As handheld ultrasound technology becomes more ubiquitous and providers begin to use them more for direct patient care, it will be mandatory to work with the hospital’s IS or IT department to ensure that images are saved, stored, and annotated in compliance with hospital policy. In the case of the Philips Lumify, a business agreement needs to be signed by hospital administration if images have the potential to contain personal health information. Ideally, a subset of these images should be periodically reviewed by members of the point-of-care ultrasound team for quality assurance.

Despite the many advantages of the Philips Lumify handheld ultrasound system, certain limitations exist. First, multiple types of Lumify probes are required depending on the depth and location of the desired scan. This is similar to a stand-alone ultrasound machine. Other hand-held devices, such as the Butterfly iQ, have a microchip in place instead of a piezoelectric crystal that is capable of emulating multiple types of probes; thereby allowing the use of one probe for multiple functions.7 Each Lumify probe weighs less than five ounces and all three probes and a tablet easily fit into a shoulder bag to carry. Our impression was that the images of the Lumify device were more similar to a stand-alone ultrasound machine. However, as this technology is rapidly changing and there are many personal preferences that will go into the discussion process, we would recommend evaluating several of the hand-held devices before making a purchase to determine how best to balance cost, convenience, and comfort with image quality. The decision is made more difficult by the current lack of evidence-based medicine in our literature. A literature search of POCUS in anesthesiology reveals a paucity of clinical trials comparing hand-held ultrasound devices with each other and with stand-alone ultrasound machines. As this technology becomes more common in medical practice, it will be important to conduct rigorous studies showing the benefits and limitations of each device for image acquisition, training, education, and patient care.
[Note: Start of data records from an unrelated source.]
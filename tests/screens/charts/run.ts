// Builds the harness page with the product's own style sheet and photographs each scene by day and night, wide and narrow.
import path from "node:path";
import tailwindcss from "@tailwindcss/vite";
import { chromium } from "playwright-core";
import { build, preview } from "vite";

const root = path.resolve("tests/screens/charts");
const output = path.resolve("tests/output/charts");
const options = {
  root,
  configFile: false as const,
  logLevel: "error" as const,
  plugins: [tailwindcss()],
  resolve: { alias: [{ find: /^~\//, replacement: path.resolve("app") + "/" }] },
  build: { outDir: path.join(output, "build"), emptyOutDir: true, assetsInlineLimit: 0 },
};
const scenes = (process.argv[2] ?? "drawing,walls,even,many,figure,strips,scales,smith,delay").split(",");
const themes = (process.argv[3] ?? "light,dark").split(",");

await build(options);
const server = await preview({ ...options, preview: { host: "127.0.0.1", port: 0 } });
const browser = await chromium.launch({ executablePath: "/usr/bin/chromium", args: ["--no-sandbox"] });
try {
  const address = server.resolvedUrls?.local[0];
  for (const theme of themes) {
    for (const width of [1440, 390]) {
      const page = await browser.newPage({
        viewport: { width, height: 900 },
        colorScheme: theme === "dark" ? "dark" : "light",
        deviceScaleFactor: width === 390 ? 2 : 1,
      });
      page.on("pageerror", (error) => console.error(error.message));
      page.on("console", (message) => message.type() === "error" && console.error(message.text()));
      for (const scene of scenes) {
        await page.goto(`${address}?scene=${scene}`);
        await page.waitForSelector("main svg");
        await page.evaluate(() => document.fonts.ready);
        await page.locator("main").screenshot({ path: path.join(output, `${scene}-${theme}-${width}.png`) });
      }
      await page.close();
    }
  }
} finally {
  await browser.close();
  await server.close();
}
Diagnostic POCUS is a growing field within the specialty of anesthesiology. Its utility in our practice has been recognized by incorporation of its training into residency and fellowship core competencies acceptance. As this practice continues to expand, it will be important to further establish guidelines for training, didactic and hands-on teaching, credentialling, and continuous quality improvement analysis. Individual departments will need to determine how best to incorporate training of their residents, fellows, and faculty. We believe that the ASA course can serve as a useful foundation for the development of these processes. They offer online lectures, case based modules, and image acquisition training with an ASA approved mentor. The development of hand-held ultrasound technology can further assist with this training. These hand-held devices are less expensive, more portable, and may be more accessible to the anesthesiologist than a stand-alone machine. They can also provide a high degree of diagnostic accuracy for specific, focused, point-of-care functions. In our experience, we have found that the unique features of the Philips Lumify hand-held ultrasound probe connected to a Samsung Galaxy tablet with the Lumify app will help enhance participation in an ASA sponsored POCUS course.


Neither author has any competing interests or financial disclosures related to the devices described in this manuscript.